──────── Extracted data

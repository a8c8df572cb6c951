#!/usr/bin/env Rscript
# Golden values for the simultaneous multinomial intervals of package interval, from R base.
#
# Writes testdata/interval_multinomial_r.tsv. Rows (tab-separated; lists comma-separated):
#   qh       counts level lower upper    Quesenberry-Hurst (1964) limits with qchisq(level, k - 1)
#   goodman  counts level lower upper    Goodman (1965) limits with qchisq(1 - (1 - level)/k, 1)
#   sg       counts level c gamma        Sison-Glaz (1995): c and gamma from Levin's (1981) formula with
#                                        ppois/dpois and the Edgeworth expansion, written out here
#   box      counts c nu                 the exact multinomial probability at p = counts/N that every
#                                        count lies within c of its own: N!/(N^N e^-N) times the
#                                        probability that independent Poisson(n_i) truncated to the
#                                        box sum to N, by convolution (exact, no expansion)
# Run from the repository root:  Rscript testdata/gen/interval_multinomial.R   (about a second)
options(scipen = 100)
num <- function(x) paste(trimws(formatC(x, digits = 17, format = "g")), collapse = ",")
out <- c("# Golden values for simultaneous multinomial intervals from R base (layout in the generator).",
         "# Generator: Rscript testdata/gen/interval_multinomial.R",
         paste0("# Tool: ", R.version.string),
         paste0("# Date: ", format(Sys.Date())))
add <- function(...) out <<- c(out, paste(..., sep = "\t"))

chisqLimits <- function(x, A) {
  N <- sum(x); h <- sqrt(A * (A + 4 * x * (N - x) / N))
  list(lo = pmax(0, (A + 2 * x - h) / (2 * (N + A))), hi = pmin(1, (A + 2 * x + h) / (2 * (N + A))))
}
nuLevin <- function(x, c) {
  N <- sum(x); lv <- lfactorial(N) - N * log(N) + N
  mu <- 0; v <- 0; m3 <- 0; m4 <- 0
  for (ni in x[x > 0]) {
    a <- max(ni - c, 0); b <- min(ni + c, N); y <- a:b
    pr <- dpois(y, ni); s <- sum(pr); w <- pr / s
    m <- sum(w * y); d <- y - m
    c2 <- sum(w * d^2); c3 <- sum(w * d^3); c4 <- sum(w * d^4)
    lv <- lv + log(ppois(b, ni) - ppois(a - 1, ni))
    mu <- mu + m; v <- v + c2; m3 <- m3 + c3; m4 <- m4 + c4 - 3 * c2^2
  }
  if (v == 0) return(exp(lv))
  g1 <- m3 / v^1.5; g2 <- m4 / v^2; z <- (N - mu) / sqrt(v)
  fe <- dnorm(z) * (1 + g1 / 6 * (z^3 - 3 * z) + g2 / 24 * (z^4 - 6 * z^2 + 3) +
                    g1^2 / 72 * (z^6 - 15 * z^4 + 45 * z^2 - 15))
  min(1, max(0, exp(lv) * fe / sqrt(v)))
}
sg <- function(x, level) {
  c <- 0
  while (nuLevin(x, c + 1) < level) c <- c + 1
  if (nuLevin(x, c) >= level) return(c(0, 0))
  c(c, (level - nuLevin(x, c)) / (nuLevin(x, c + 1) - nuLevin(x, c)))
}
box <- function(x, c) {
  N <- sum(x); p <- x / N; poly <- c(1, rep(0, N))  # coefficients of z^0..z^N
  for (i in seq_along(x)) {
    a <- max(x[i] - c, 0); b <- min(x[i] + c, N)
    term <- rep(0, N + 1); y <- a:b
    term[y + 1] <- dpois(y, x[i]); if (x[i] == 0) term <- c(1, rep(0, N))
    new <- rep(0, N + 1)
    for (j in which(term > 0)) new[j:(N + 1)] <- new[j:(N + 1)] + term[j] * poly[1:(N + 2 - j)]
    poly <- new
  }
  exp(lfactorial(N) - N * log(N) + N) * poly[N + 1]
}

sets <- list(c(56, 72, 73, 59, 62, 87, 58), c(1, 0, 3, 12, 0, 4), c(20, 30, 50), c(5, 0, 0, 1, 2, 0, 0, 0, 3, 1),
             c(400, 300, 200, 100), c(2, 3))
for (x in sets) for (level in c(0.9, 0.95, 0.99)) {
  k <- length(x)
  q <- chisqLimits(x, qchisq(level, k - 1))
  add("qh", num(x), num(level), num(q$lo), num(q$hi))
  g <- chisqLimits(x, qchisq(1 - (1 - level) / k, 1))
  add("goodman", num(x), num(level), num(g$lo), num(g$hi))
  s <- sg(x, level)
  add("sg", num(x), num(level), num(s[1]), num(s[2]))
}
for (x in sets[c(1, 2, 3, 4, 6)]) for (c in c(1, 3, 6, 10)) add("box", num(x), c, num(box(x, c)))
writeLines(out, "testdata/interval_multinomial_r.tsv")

────────────────

**About this task:** Only the lines from the one with "for (x in sets[c(1, 2, 3, 4, 6)])" through the end of the listing should be output, exactly as they appear.

**Solution for this task:**
for (x in sets[c(1, 2, 3, 4, 6)]) for (c in c(1, 3, 6, 10)) add("box", num(x), c, num(box(x, c)))
writeLines(out, "testdata/interval_multinomial_r.tsv")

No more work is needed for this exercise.